Wednesday, August 18, 2010

The Complexity of Simplicity

For the past three weeks, our mindfulness study and discussion group has been exploring the concept of "voluntary simplicity." In our last meeting on this subject, we agreed that simplifying your life can be very complicated.

What kept coming up, over and over again, was that we are tremendously attached to our things. Somehow they define us. Many of us answered "yes" when asked if the idea of paring down our possessions to, say, a hundred or so items, brought up feelings of fear. The idea of getting rid of all the stuff in our lives that we do not use is, indeed, kind of scary. One participant put it this way: "Why would I let go of attachment? It's the only thing that makes life worth living!"

Abundance of things led us into a discussion of how rich we are in terms of the people in our lives. It was generally agreed that family and friends are more important and ultimately bring us more joy than possessions. Richness of experience was also discussed. As someone said, "A trip to Hawaii will bring me more happiness than a new sofa."

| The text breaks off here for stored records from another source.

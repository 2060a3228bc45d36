"""Keep answers inside their engine's range: with ``auto``, switch to an engine valid there.

The first-order engines (``clifford``, ``generators``) say when their approximation no longer holds
(:attr:`budget.engines.base.EngineResult.beyond_range`). With engine ``auto`` such a result is not
the answer: the other engines of ``AUTO_ORDER`` that fit (and are estimated to finish within
auto's MAX_SECONDS) are tried in turn (``exact`` first, when
``auto`` passed it over) and the first whose value is in range is used (after ``clifford``, the
``generators`` engine exponentiates the summed Hamiltonian, which stays accurate further, design.md §4). When none is in range the out-of-range
result is kept and marked, so the views say plainly that the error is beyond the first-order range
and by how much, instead of printing a number as if it were an infidelity.
"""

from __future__ import annotations

from budget.analysis.select import AUTO_ORDER, MAX_SECONDS, estimate_seconds
from budget.engines import Engine, get_engine
from budget.engines.base import EngineResult
from budget.errors.noisy import NoisyCircuit


def run_in_range(circuit: NoisyCircuit, metric: str, chosen: Engine, requested: str, *,
                 observables: tuple[str, ...] = ()) -> tuple[EngineResult, tuple[str, ...]]:
    """Run ``chosen``; with ``requested == "auto"`` and a result beyond range, try the other engines.

    Returns the result used and notes saying which engine was left and why.
    """
    outcome = chosen.run(circuit, metric, observables=observables)
    if outcome.beyond_range is None or requested != "auto" or chosen.name not in AUTO_ORDER:
        return outcome, ()
    for name in (n for n in AUTO_ORDER if n != chosen.name):
        try:
            other = get_engine(name)
        except ImportError:  # pragma: no cover - every engine is part of the package
            continue
        if other.fits(circuit, metric) is not None or estimate_seconds(other, circuit, metric) > MAX_SECONDS:
            continue
        candidate = other.run(circuit, metric, observables=observables)
        if candidate.beyond_range is None:
            note = (f"the {chosen.name} engine is beyond its range here ({outcome.beyond_range}); "
                    f"auto used the {name} engine, which is within its range")
            return candidate, (note,)
    return outcome, ()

This, very naturally, led to a discussion of the ultimate attachment object: our body. Is it possible to release attachment even of this object? After all, this body that we are inhabiting is not "ours," it is really more like a rental which we have to return at the end of the contract. Again, a complex issue. On his deathbed, the Venerable Ajahn Chah was visited by his student, Jack Kornfield. As Jack recounts the story, he was holding Ajahn Chah's hand and discussing death and attachment. "Well, you always taught that we must relinquish attachment to this body," said Jack. The venerable teacher squeezed Jack's hand tightly and said, "Don't speak so lightly about it! This is hard!"

So I guess the best advice I can offer is to take it easy. Find balance between possessing things and purging them. Realize that no possession will give us lasting and permanent happiness or satisfaction, and that someday, everything must be released.

And, yes, it is not easy.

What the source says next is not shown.